Delivery of cells to the myocardium has shown promise for the treatment of heart failure patients. The specific cell type or types which will be most effective as treatment are currently under study.
Recently, implantation of the bone marrow mononuclear cell fraction to the ischemic heart has resulted in positive histological and functional cardiac improvement. (Kamihata H. et al. Circulation 2001; 104(9):1046-1052) However, the mononuclear cell fraction contains cell types other than stem and progenitor cells, e.g., monocytes and lymphocytes, potentially resulting in lower effectiveness and increased inflammatory response. More specific selection methods, e.g., isolation of stem cells which only express the stem cell marker CD34+, leave out some of the most primitive stem cells. (Dao MA and Nolta JA Leukemia 2000; 14:773-776) Other recent studies have determined that local injection of lineage negative c-kit+ bone marrow cells from transgenic mice expressing enhanced green fluorescent protein into the contracting wall bordering infarcted myocardium resulted in myocardial regeneration, wherein the developing tissue comprised proliferating myocytes and vascular structures. (Orlic D. et al. Nature 2001; 401(6829):701-705)

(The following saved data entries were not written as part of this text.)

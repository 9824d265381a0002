import type { DotCode } from "../types";
import type { DotReading } from "./reader";

const MS_PER_DAY = 86_400_000;
const MS_PER_YEAR = 365.2425 * MS_PER_DAY;
/** Inspect tires older than about 6 years; many makers advise replacing them at 10 (common practice). */
const INSPECT_AFTER_YEARS = 6;
const REPLACE_AFTER_YEARS = 10;

/** Monday of ISO week `week` of `year`, in UTC milliseconds. */
function weekStart(year: number, week: number): number {
  const jan4 = Date.UTC(year, 0, 4);
  const mondayOfWeek1 = jan4 - ((new Date(jan4).getUTCDay() + 6) % 7) * MS_PER_DAY;
  return mondayOfWeek1 + (week - 1) * 7 * MS_PER_DAY;
}

/** The date code with its age on `today`, adding the usual age cautions to `warnings`. */
export function withAge(dot: DotReading, today: Date | undefined, warnings: string[]): DotCode {
  const now = today?.getTime() ?? Number.NaN;
  const { plantCode, week, year, yearAmbiguous, tin } = dot;
  if (Number.isNaN(now)) return { plantCode, week, year, yearAmbiguous, tin, ageYears: null };
  const ageYears = (now - weekStart(year, week)) / MS_PER_YEAR;
  const made = `week ${dot.week} of ${dot.year}`;
  const whole = Math.floor(ageYears);
  if (ageYears < 0) {
    warnings.push(`The date code says ${made}, which has not come yet; check the marking.`);
  } else if (ageYears >= REPLACE_AFTER_YEARS) {
    warnings.push(`Made in ${made}, about ${whole} years ago. Many tire makers advise replacing tires ${REPLACE_AFTER_YEARS} years after manufacture, whatever the tread (common practice).`);
  } else if (ageYears >= INSPECT_AFTER_YEARS) {
    warnings.push(`Made in ${made}, about ${whole} years ago. Have tires older than about ${INSPECT_AFTER_YEARS} years inspected by a tire professional (common practice).`);
  }
  return { plantCode, week, year, yearAmbiguous, tin, ageYears };
}
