import { LOAD_INDEX_MAX, loadIndexKg, loadIndexLb } from "../load-index";
import { speedSymbolInfo, type SpeedSymbolInfo } from "../speed-symbols";
import type { ServiceDescription } from "../types";
import { addDetail, addSpan, endsChunk, glued, numAt, punctAt, textOf, wordAt, type Reader } from "./reader";
import type { Token } from "./tokens";

export const MAX_DUAL_GAP = 20;
const SPEED_HINT = "Speed symbols are A1–A8, B to H, J to N, P to W, Y and (Y); Z is marked inside the size, as ZR.";

function loadIndexToken(r: Reader, i: number): Token | undefined {
  const t = numAt(r, i);
  return t?.plain && t.text.length <= 3 ? t : undefined;
}

/** The speed symbol at token j: "V", "A8", or bracketed "(Y)"; `spaced` when whitespace separates it from the load index. */
function speedAt(r: Reader, j: number, inBrackets: boolean) {
  if (!inBrackets && punctAt(r, j) === "(" && punctAt(r, j + 2) === ")") {
    const w = wordAt(r, j + 1);
    return w?.length === 1 ? { letters: w, bracketed: true, spaced: !glued(r, j), next: j + 3 } : null;
  }
  const w = wordAt(r, j);
  if (w?.length !== 1) return null;
  const digit = numAt(r, j + 1);
  const symbol = w === "A" && digit?.plain && digit.text.length === 1 && glued(r, j + 1) ? `A${digit.text}` : w;
  let next = symbol === w ? j + 1 : j + 2;
  if (inBrackets) {
    if (punctAt(r, next) !== ")") return null;
    next++;
  }
  return { letters: symbol, bracketed: inBrackets, spaced: !glued(r, j), next };
}

export function serviceDescription(loadIndex: number, loadIndexDual: number | null, info: SpeedSymbolInfo): ServiceDescription {
  return {
    loadIndex,
    loadIndexDual,
    speedSymbol: info.symbol,
    loadKg: loadIndexKg(loadIndex) ?? Number.NaN,
    loadLb: loadIndexLb(loadIndex) ?? Number.NaN,
    speedKmh: info.kmh,
    speedMph: info.mph,
    speedAbove: info.above,
  };
}

/**
 * Service description: "91V", "123/120S", "100A8", "(99Y)", "99(Y)", and "116 T" with a space.
 * A load index or speed symbol outside the tables is an error only in the unspaced form, where the
 * text cannot be anything else.
 */
export function readService(r: Reader, i: number): number {
  const open = punctAt(r, i) === "(";
  const first = open ? i + 1 : i;
  const single = loadIndexToken(r, first);
  if (!single) return 0;
  let j = first + 1;
  let dual: Token | undefined;
  if (punctAt(r, j) === "/") {
    dual = loadIndexToken(r, j + 1);
    // Dual indices sit a few steps below the single one; "285/50R" is an unfinished size instead.
    if (!dual || Math.abs(single.value - dual.value) > MAX_DUAL_GAP) return 0;
    j += 2;
  }
  const speedFrom = j;
  const speed = speedAt(r, j, open);
  // X is never a speed symbol but starts the second half of a flotation size ("33x…").
  if (!speed || speed.letters === "X" || !endsChunk(r, speed.next)) return 0;
  const symbol = speed.bracketed && speed.letters === "Y" ? "(Y)" : speed.letters;
  const info = speedSymbolInfo(symbol);
  const outOfTable = single.value > LOAD_INDEX_MAX || (dual !== undefined && dual.value > LOAD_INDEX_MAX);
  if (speed.spaced && (info === undefined || outOfTable)) return 0;
  const d = r.draft;
  const end = speed.next;
  if (outOfTable) {
    const bad = single.value > LOAD_INDEX_MAX ? single.value : dual?.value;
    d.fatal ??= {
      code: "unknown_load_index",
      message: `Load index ${bad} in "${textOf(r, i, end)}" is outside the published table (0 to ${LOAD_INDEX_MAX}).`,
      suggestion: "Check the number in front of the speed symbol; car and light-truck tires mostly show 70 to 130.",
    };
    return end;
  }
  if (info === undefined) {
    d.fatal ??= {
      code: "unknown_speed_symbol",
      message: `"${speed.letters}" in "${textOf(r, i, end)}" is not a speed symbol.`,
      suggestion: SPEED_HINT,
    };
    return end;
  }
  if (d.service) {
    d.warnings.push(`A second service description, ${textOf(r, i, end)}, is left out: only the first is read.`);
    addSpan(r, "unread", i, end);
    return end;
  }
  if (speed.bracketed && symbol !== "(Y)") d.assumptions.push(`Read "${textOf(r, i, end)}" as ${single.value}${dual ? `/${dual.value}` : ""}${symbol}.`);
  if (dual && dual.value > single.value) {
    d.warnings.push(`The dual load index ${dual.value} is higher than the single ${single.value}; it is normally lower. Check the marking.`);
  }
  d.service = serviceDescription(single.value, dual ? dual.value : null, info);
  addSpan(r, "service", i, end);
  addDetail(r, "loadIndex", first, first + 1);
  if (dual) addDetail(r, "loadIndexDual", first + 2, first + 3);
  addDetail(r, "speedSymbol", speedFrom, open ? end - 1 : end);
  return end;
}
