/** The pieces a size is read from, and what is wrong when one is missing. */
import type { Construction, SizePrefix, TireSize } from "../types";
import { numAt, punctAt, wordAt, type Reader } from "./reader";
import type { Token } from "./tokens";

/** Bounds a size must fall in to be read; outside them the text is reported as not understood. */
export const SIZE_BOUNDS = {
  sectionWidthMm: [60, 499],
  aspectRatio: [20, 95],
  rimDiameterIn: [8, 30],
  flotationDiameterIn: [15, 60],
  flotationWidthIn: [5, 25],
  inchWidthIn: [4, 25],
} as const;

export interface ConstructionCode {
  construction: Construction;
  zr: boolean;
  runFlat: boolean;
}

export const CONSTRUCTION_CODES: ReadonlyMap<string, ConstructionCode> = new Map<string, ConstructionCode>([
  ["R", { construction: "R", zr: false, runFlat: false }],
  ["ZR", { construction: "R", zr: true, runFlat: false }],
  ["RF", { construction: "R", zr: false, runFlat: true }],
  ["ZRF", { construction: "R", zr: true, runFlat: true }],
  ["D", { construction: "D", zr: false, runFlat: false }],
  ["B", { construction: "B", zr: false, runFlat: false }],
]);

/** How the construction was found: the code, how many tokens it took, and whether radial was assumed. */
interface ConstructionRead {
  code: ConstructionCode;
  tokens: 0 | 1;
  assumed: boolean;
}

const MARKED = new Map([...CONSTRUCTION_CODES].map(([k, code]) => [k, { code, tokens: 1, assumed: false } as ConstructionRead]));
export const RADIAL = CONSTRUCTION_CODES.get("R") as ConstructionCode;
export const BIAS = CONSTRUCTION_CODES.get("D") as ConstructionCode;
const BIAS_BY_HYPHEN: ConstructionRead = { code: BIAS, tokens: 1, assumed: false };
const RADIAL_FOR_MARK: ConstructionRead = { code: RADIAL, tokens: 1, assumed: true };
const RADIAL_FOR_SPACE: ConstructionRead = { code: RADIAL, tokens: 0, assumed: true };
export const PREFIXES: ReadonlySet<string> = new Set<SizePrefix>(["P", "LT", "ST", "T"]);

/**
 * Token indices of the pieces of a size (-1 when absent). A run-together size ("28550R20") has its
 * width, aspect ratio and perhaps rim in the one `first` token.
 */
export interface SizeTokens {
  prefix: number;
  first: number;
  second: number;
  construction: number;
  rim: number;
  suffix: number;
  runTogether: boolean;
}

/** A size, or size-like text with what is wrong with it. */
export interface SizeMatch {
  end: number;
  /** Where the designation itself ends (a load range letter may follow). */
  sizeEnd: number;
  size: TireSize | null;
  problem: { message: string; suggestion: string } | null;
  /** How a forgiving form was read: ": radial construction assumed", "" for a plain respelling, null for a standard form. */
  assumed: string | null;
  loadRangeLetter: string | null;
  at: SizeTokens | null;
}

/** Indexed rather than destructured: this runs for every number a size reader looks at. */
export const inRange = (value: number, bounds: readonly [number, number]): boolean => value >= bounds[0] && value <= bounds[1];
export const metricExample = (width: number, aspect: number | null): string => `${width}/${aspect ?? 55}R17`;
export const flotationExample = (diameter: Token, width: Token): string => `${diameter.text}x${width.text}R15LT`;
export const RADIAL_ASSUMED = ": radial construction assumed";

export function decimals(t: Token): number {
  const dot = t.text.indexOf(".");
  return dot < 0 ? 0 : t.text.length - dot - 1;
}

export function miss(end: number, message: string, suggestion: string): SizeMatch {
  return { end, sizeEnd: end, size: null, problem: { message, suggestion }, assumed: null, loadRangeLetter: null, at: null };
}

/** The construction at token k: a code (R, ZR, RF, D…), "-" (bias) or "/", or nothing before a spaced rim. */
export function construction(r: Reader, k: number, hyphenMeansBias: boolean): ConstructionRead | null {
  const marked = MARKED.get(wordAt(r, k) ?? "");
  if (marked) return marked;
  const p = punctAt(r, k);
  if ((p === "-" || p === "/") && numAt(r, k + 1)) return p === "-" && hyphenMeansBias ? BIAS_BY_HYPHEN : RADIAL_FOR_MARK;
  return numAt(r, k)?.gap ? RADIAL_FOR_SPACE : null;
}

export type RimStatus = "ok" | "missing" | "invalid";

export function rimStatus(r: Reader, k: number): RimStatus {
  const rim = numAt(r, k);
  if (!rim) return "missing";
  if (Number.isInteger(rim.value * 2) && inRange(rim.value, SIZE_BOUNDS.rimDiameterIn)) return "ok";
  // A spaced number that cannot be a rim belongs to what follows ("285/50R 116T").
  return rim.gap ? "missing" : "invalid";
}

export function rimMiss(r: Reader, k: number, status: RimStatus, example: string): SizeMatch {
  return status === "missing"
    ? miss(k, "the rim diameter is missing", `Add the rim diameter in inches after the construction letter, e.g. ${example}.`)
    : miss(k + 1, `a rim diameter of ${numAt(r, k)?.text} in is not a tire rim size`, `Rim diameters run from 8 to 30 inches (16.5-style half sizes included), e.g. ${example}.`);
}

export function makeSize(
  kind: TireSize["kind"], prefix: SizePrefix | null, sectionWidthMm: number, aspectRatio: number | null,
  code: ConstructionCode, rimDiameterIn: number, flotationDiameterIn: number | null,
): TireSize {
  const { construction, zr, runFlat } = code;
  return { kind, prefix, commercial: false, sectionWidthMm, aspectRatio, construction, zr, runFlat, rimDiameterIn, flotationDiameterIn };
}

Other recent studies have determined that local injection of lineage negative c-kitPOS bone marrow cells from transgenic mice expressing enhanced green fluorescent protein into the contracting wall bordering infarcted myocardium resulted in myocardial regeneration, wherein the developing tissue comprised proliferating myocytes and vascular structures. (Orlic D. et al. Nature 2001; 401(6829):701-705)
Additional investigations have found that transplantation of highly enriched adult hematopoietic stem cells, called side population (SP) cells into lethally irradiated mice subsequently rendered ischemic by coronary artery occlusion followed by reperfusion resulted in migration of SP cells (CD34−/low, c-kit+, Sca+) or their progeny into ischemic cardiac muscle and blood vessels, differentiation to cardiomyocytes and endothelial cells, and contribution to the formation of functional tissue. (Jackson K. A. et al. J. Clin. Investig. 2001 107(11):1395-1402) The SP cells were selected by lack of nuclear staining with Hoechst dye and were additionally tested for c-Kit expression and PECAM-1 (CD31) expression. (Jackson K. A. et al. J. Clin. Investig. 2001)
Therefore, delivery of all lineage negative (Lin−) mononuclear cells, i.e., cells which do not exhibit phenotypic characteristics of any committed or terminally differentiated cell type, or the side population (SP) cells subset of the Lin− mononuclear cells, will conserve all relevant stem cells and obviate the current use of additional specific selection methods.
Accordingly, the present invention discloses that transplantation of autologous lineage negative (Lin−) mononuclear cells or side population (SP) cells, which is a subset of cells within the Lin− mononuclear cell population or which may be isolated from other organs such as skeletal muscle, cardiac muscle, liver and kidney, directly into or adjacent to diseased or injured tissue, e.g., the myocardium, results in engraftment of the transplanted Lin− mononuclear cells or side population cells, their differentiation into cardiomyocytes and/or endothelial cells, and formation of functional tissue. The use of Lin− mononuclear cells, or alternatively, SP cells, maintains a therapeutically valuable population of stem and progenitors by excluding differentiated and committed cell types without unnecessary additional processing for identification of specific stem cell markers.
Isolation of autologous lineage negative mononuclear cells or side population cells from the bone marrow (Lin− BM-MNCs) or peripheral blood containing uncommitted or undifferentiated mononuclear cells (Lin− MNCs) or isolation of side population (SP) cells from nonhematopoietic tissues and the direct delivery of such Lin− mononuclear cells or side population cells to tissues such as the myocardium or coronary blood vessels, as provided by the present invention, is a novel therapeutic strategy for heart failure in adult mammals. Such a strategy is also useful for treatment of other types of tissue in need of neovascularization, e.g., skeletal muscle.